__Instructions to follow__. Look in the material below for the line with "let mut holes: Vec<(Point, Nm, &str)>" and the line with "wall_m * 1e3);", then set down exactly those two lines and all lines between, nothing more.

***** Available data

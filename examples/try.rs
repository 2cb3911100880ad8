use std::collections::BTreeMap;
use stripwright::order::*;
fn order(from: f64, to: f64, n: usize, er: f64, h: f64, shape: ResponseShape, ports: [f64; 2]) -> Order {
    Order {
        name: "x".into(),
        title: "x".into(),
        part_number: None,
        contact: None,
        acceptance_class: 2,
        revision: "A".into(),
        date: None,
        classes: None,
        filter: Filter {
            family: "edge-coupled".into(),
            response: shape,
            band: Band::BandPass { from_hz: from, to_hz: to },
            degree: Some(n),
            ports_ohm: ports,
            own: BTreeMap::new(),
        },
        requirements: vec![],
        laminate: Laminate {
            class: "x".into(),
            about: "".into(),
            kind: LaminateKind::Ptfe,
            permittivity: er,
            permittivity_tolerance: 0.04,
            in_plane_permittivity: None,
            loss_tangent: 0.0013,
            thickness_m: h,
            thickness_tolerance_m: 0.03e-3,
            copper: Copper { base_m: 18e-6, plating_m: 17e-6, roughness_m: 1.8e-6, conductivity_s_per_m: 5.8e7 },
            finish: "bare".into(),
        },
        shop: Shop {
            class: "x".into(),
            about: "".into(),
            line_m: 0.1e-3,
            gap_m: 0.1e-3,
            hole_m: 0.3e-3,
            annular_ring_m: 0.15e-3,
            hole_to_hole_m: 0.3e-3,
            edge_clearance_m: 0.3e-3,
            aspect_ratio: 8.,
            grid_m: 1e-6,
            registration_m: 0.1e-3,
            line_tolerance_m: 0.02e-3,
            hole_tolerance_m: 0.1e-3,
            outline_tolerance_m: 0.1e-3,
            text_stroke_m: 0.15e-3,
            text_height_m: 1e-3,
            mask_dam_m: 0.1e-3,
            mask_clearance_m: 0.05e-3,
            undercut_m: 0.0,
            compensation: Compensation::ByTheShop,
            panel_m: [0.4, 0.3],
        },
        board: BoardRequest {
            launch: Launch { class: "open".into(), about: "".into(), shape: LaunchShape::Open },
            mask: Mask::None,
            size: BoardSize::Margin(8e-3),
            outline: true,
            port_side: [Side::Left, Side::Right],
            port_offset_m: 0.,
            level: false,
            text: TextOn::Legend,
            mounting_holes: vec![],
            keep_outs: vec![],
        },
        housing: None,
        defaults: vec![],
    }
}
fn main() {
    if std::env::args().nth(1).as_deref() == Some("sweep") {
        let o = order(3.4e9, 3.8e9, 5, 3.0, 0.762e-3, ResponseShape::EqualRipple { ripple_db: 0.1 }, [50., 50.]);
        let fam = stripwright::family::of(&o).unwrap();
        let (g, _) = fam.first_guess(&o, 5).unwrap();
        let layout = fam.layout(&g).unwrap();
        let f: Vec<f64> = (0..4000).map(|i| 1e9 + 2.5e6 * i as f64).collect();
        for _ in 0..5 {
            let book = stripwright::line::Book::new(stripwright::line::AsBuilt::nominal(&o));
            let t = std::time::Instant::now();
            let c = stripwright::network::Circuit::new(&layout, &book, [50., 50.], stripwright::network::Planes::Feed).unwrap();
            let t1 = t.elapsed();
            let r = c.sweep(&f);
            println!("plan {:?} sweep {:.3} us/point {}", t1, t.elapsed().as_secs_f64() * 1e6 / 4000., r.s[0][0]);
            let t = std::time::Instant::now();
            for x in &f[..400] {
                c.sweep(&[*x]);
            }
            println!("single {:.3} us/point", t.elapsed().as_secs_f64() * 1e6 / 400.);
        }
        return;
    }
    let mut s = 1u64;
    let mut r = || {
        s = s.wrapping_add(0x9E3779B97F4A7C15);
        let mut z = s;
        z = (z ^ (z >> 30)).wrapping_mul(0xBF58476D1CE4E5B9);
        z = (z ^ (z >> 27)).wrapping_mul(0x94D049BB133111EB);
        ((z ^ (z >> 31)) >> 11) as f64 / (1u64 << 53) as f64
    };
    let count: usize = std::env::args().nth(1).map_or(60, |a| a.parse().unwrap());
    let (mut met, mut refused, mut bad) = (0, 0, 0);
    for i in 0..count {
        let fc = 1e9 * 12f64.powf(r());
        let fbw = 0.03 + 0.17 * r();
        let n = 2 + (6.0 * r()) as usize;
        let er = 2.2 + 8.0 * r();
        let hs = [0.254e-3, 0.508e-3, 0.762e-3, 1.27e-3, 1.524e-3];
        let h = hs[(5.0 * r()) as usize];
        let shape =
            if r() < 0.25 { ResponseShape::MaximallyFlat } else { ResponseShape::EqualRipple { ripple_db: 0.01 * 50f64.powf(r()) } };
        let ports = if r() < 0.15 { [50., 75.] } else { [50., 50.] };
        let o = order(fc * (1. - fbw / 2.), fc * (1. + fbw / 2.), n, er, h, shape, ports);
        let fam = stripwright::family::of(&o).unwrap();
        let t = std::time::Instant::now();
        let head = format!("{i:3} fc {:.2} fbw {:.3} n {n} er {er:.1} h {:.3} {:?} {:?}", fc / 1e9, fbw, h * 1e3, shape, ports);
        match fam.first_guess(&o, n) {
            Err(p) => {
                refused += 1;
                println!("{head}: REFUSED {}", p[0])
            }
            Ok((g, _)) => match stripwright::refine::refine(fam, &g) {
                Ok(x) => {
                    met += 1;
                    println!(
                        "{head}: ok {:.3} -> {:.3} in {:.0} ms, min gap {:.3}",
                        x.before_snapping.worst_ratio,
                        x.after_snapping.worst_ratio,
                        t.elapsed().as_secs_f64() * 1e3,
                        g.list.iter().filter(|d| d.name.ends_with("gap")).map(|d| d.value_m).fold(1., f64::min) * 1e3
                    )
                }
                Err(p) => {
                    bad += 1;
                    println!(
                        "{head}: FAILED {} ({:.0} ms) gaps {:?}",
                        p[0],
                        t.elapsed().as_secs_f64() * 1e3,
                        g.list.iter().filter(|d| d.name.ends_with("gap")).map(|d| (d.value_m * 1e6).round()).collect::<Vec<_>>()
                    )
                }
            },
        }
    }
    println!("met {met} refused {refused} failed {bad}");
}
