//! Does every hole lie where it must: plated ones in their pads, unplated ones clear of copper, none twice?

use crate::artwork::shape::Edge;
use crate::artwork::shape::between_edges;
use crate::artwork::shape::edges;
use crate::base::Nm;
use crate::base::Point;
use crate::package::verify::Findings;
use crate::package::verify::Pack;
use crate::package::verify::copper::Copper;

pub(super) fn check(pack: &Pack, found: &mut Findings) {
    let last = pack.last_layer();
    for (file, drilled) in &pack.drills {
        if drilled.span.is_some_and(|span| span != (1, u8::try_from(last).unwrap_or(0))) {
            found.add("drill-span-differs", file, format!("its holes go through layers {:?}, the board has 1 to {last}", drilled.span));
        }
        let plated = drilled.plated == Some(true);
        for &(at, diameter) in &drilled.holes {
            for copper in &pack.coppers {
                if plated {
                    in_copper(file, copper, at, copper.layer == 1 || copper.layer == last, found);
                } else {
                    clear_of_copper(file, copper, at, diameter, found);
                }
            }
        }
    }
    pairs(pack, found);
}

fn in_copper(file: &str, copper: &Copper, at: Point, is_outer: bool, found: &mut Findings) {
    if copper.island(at).is_none() {
        found.at("hole-off-copper", file, Some(at), format!("a plated hole lies in no copper of layer {}", copper.layer));
    }
    // A pad is a flash, also within a plane; inner layers have none.
    if is_outer && !copper.pads.iter().any(|pad| pad.function == "ViaPad" && pad.at == at) {
        found.at("hole-off-pad", file, Some(at), format!("no pad of layer {} is centred on the plated hole", copper.layer));
    }
}

fn clear_of_copper(file: &str, copper: &Copper, at: Point, diameter: Nm, found: &mut Findings) {
    if copper.island(at).is_some() || nearest_m(copper, at, diameter.m()).is_some_and(|distance| distance < 0.5 * diameter.m()) {
        found.at("hole-cuts-copper", file, Some(at), format!("an unplated hole of {:.3} mm cuts copper {}", diameter.mm(), copper.layer));
    }
}

/// Distance from a point to the nearest edge of copper, where it is within `reach_m`.
pub(super) fn nearest_m(copper: &Copper, at: Point, reach_m: f64) -> Option<f64> {
    let reach = Nm::from_m(reach_m);
    let near = copper.islands.iter().filter(|island| {
        let [low, high] = island.bounds;
        at.x >= low.x - reach && at.x <= high.x + reach && at.y >= low.y - reach && at.y <= high.y + reach
    });
    near.flat_map(|island| edges(std::iter::once(&island.piece.outer).chain(&island.piece.voids)))
        .map(|edge| between_edges(edge, Edge { a: at, b: at }).distance_m)
        .reduce(f64::min)
}

/// Doubled and overlapping holes, and walls between holes thinner than the shop's least.
fn pairs(pack: &Pack, found: &mut Findings) {
    let mut holes: Vec<(Point, Nm, &str)> =
        pack.drills.iter().flat_map(|(file, drilled)| drilled.holes.iter().map(|&(at, diameter)| (at, diameter, file.as_str()))).collect();
    holes.sort();
    let widest = holes.iter().map(|hole| hole.1).max().unwrap_or(Nm::ZERO);
    let wall_m = pack.limits.hole_to_hole_m.unwrap_or(0.0);
    let reach = widest + Nm::from_m(wall_m);
    for (i, &(at, diameter, file)) in holes.iter().enumerate() {
        for &(other, wide, _) in holes[i + 1..].iter().take_while(|(other, ..)| other.x - at.x <= reach) {
            let apart_m = (other.x - at.x).m().hypot((other.y - at.y).m());
            let between_m = apart_m - 0.5 * (diameter + wide).m();
            let place = Some(at);
            if apart_m < 1e-6 {
                found.at("hole-doubled", file, place, "two holes at one place");
            } else if between_m < 0.0 {
                found.at("holes-overlap", file, place, format!("two holes overlap by {:.3} mm", -between_m * 1e3));
            } else if between_m < wall_m - 2e-9 {
                let what = format!("{:.3} mm between two holes, the shop's least is {:.3} mm", between_m * 1e3, wall_m * 1e3);
                found.at("hole-to-hole-below-minimum", file, place, what);
            }
        }
    }
}
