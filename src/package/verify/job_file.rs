//! Does the job file say what the layer files say?

use serde_json::Value;

use crate::base::Nm;
use crate::package::verify::Findings;
use crate::package::verify::Pack;

/// The keys the published schema allows at the root.
const ROOTS: [&str; 5] = ["Header", "GeneralSpecs", "DesignRules", "FilesAttributes", "MaterialStackup"];

pub(super) fn check(pack: &Pack, found: &mut Findings) {
    let Some((file, job)) = &pack.job_file else { return };
    for key in job.as_object().into_iter().flat_map(|root| root.keys()).filter(|key| !ROOTS.contains(&key.as_str())) {
        found.add("job-file-unreadable", file, format!("the format has no key {key}"));
    }
    files(pack, file, job, found);
    sizes(pack, file, job, found);
}

fn files(pack: &Pack, file: &str, job: &Value, found: &mut Findings) {
    let listed: Vec<&Value> = job["FilesAttributes"].as_array().into_iter().flatten().collect();
    let of = |name: &str| listed.iter().find(|entry| entry["Path"] == name);
    for (name, image) in &pack.gerbers {
        match of(name) {
            None => found.add("job-files-differ", file, format!("{name} is not listed")),
            Some(entry) => {
                for key in ["FileFunction", "FilePolarity"] {
                    if entry[key].as_str() != image.attributes.get(key).map(String::as_str) {
                        found.add("job-files-differ", file, format!("{key} of {name} is {}, the file says otherwise", entry[key]));
                    }
                }
            }
        }
    }
    for (name, _) in &pack.drills {
        if of(name).is_none() {
            found.add("job-files-differ", file, format!("{name} is not listed"));
        }
    }
    for entry in &listed {
        let path = entry["Path"].as_str().unwrap_or_default();
        if !pack.contents.files.iter().any(|known| known.file == path) {
            found.add("job-files-differ", file, format!("{path} is listed and not in the package"));
        }
    }
}

fn sizes(pack: &Pack, file: &str, job: &Value, found: &mut Findings) {
    let general = &job["GeneralSpecs"];
    let number = |value: &Value| value.as_f64().map(|mm| Nm::from_m(mm * 1e-3));
    if let (Some([low, high]), Some(x), Some(y)) = (pack.edge(), number(&general["Size"]["X"]), number(&general["Size"]["Y"]))
        && (x, y) != (high.x - low.x, high.y - low.y)
    {
        let (dx, dy) = ((high.x - low.x).mm(), (high.y - low.y).mm());
        found.add("size-differs", file, format!("the board is {} mm x {} mm here, {dx} mm x {dy} mm in the profile", x.mm(), y.mm()));
    }
    let stack: Vec<&Value> = job["MaterialStackup"].as_array().into_iter().flatten().collect();
    let coppers = stack.iter().filter(|layer| layer["Type"] == "Copper").count();
    let files = pack.coppers.len();
    if general["LayerNumber"].as_u64() != Some(files as u64) || coppers != files {
        let stated = &general["LayerNumber"];
        found.add("job-layers-differ", file, format!("{stated} layers, {coppers} in the stack, {files} copper files"));
    }
    let built_m: f64 = stack
        .iter()
        .filter(|layer| layer["Type"] == "Copper" || layer["Type"] == "Dielectric")
        .filter_map(|layer| layer["Thickness"].as_f64())
        .sum::<f64>()
        * 1e-3;
    // An order may state another thickness than the sum, within its tolerance.
    let allowed_m = pack.limits.thickness_tolerance_m.unwrap_or(0.0) + 1e-9;
    if let Some(stated_m) = general["BoardThickness"].as_f64().map(|mm| mm * 1e-3).filter(|stated| (stated - built_m).abs() > allowed_m) {
        found.add("thickness-differs", file, format!("the board is {} mm thick, its stack {} mm", stated_m * 1e3, built_m * 1e3));
    }
}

**********

__Solution for this exercise__.
    let mut holes: Vec<(Point, Nm, &str)> =
        pack.drills.iter().flat_map(|(file, drilled)| drilled.holes.iter().map(|&(at, diameter)| (at, diameter, file.as_str()))).collect();
    holes.sort();
    let widest = holes.iter().map(|hole| hole.1).max().unwrap_or(Nm::ZERO);
    let wall_m = pack.limits.hole_to_hole_m.unwrap_or(0.0);
    let reach = widest + Nm::from_m(wall_m);
    for (i, &(at, diameter, file)) in holes.iter().enumerate() {
        for &(other, wide, _) in holes[i + 1..].iter().take_while(|(other, ..)| other.x - at.x <= reach) {
            let apart_m = (other.x - at.x).m().hypot((other.y - at.y).m());
            let between_m = apart_m - 0.5 * (diameter + wide).m();
            let place = Some(at);
            if apart_m < 1e-6 {
                found.at("hole-doubled", file, place, "two holes at one place");
            } else if between_m < 0.0 {
                found.at("holes-overlap", file, place, format!("two holes overlap by {:.3} mm", -between_m * 1e3));
            } else if between_m < wall_m - 2e-9 {
                let what = format!("{:.3} mm between two holes, the shop's least is {:.3} mm", between_m * 1e3, wall_m * 1e3);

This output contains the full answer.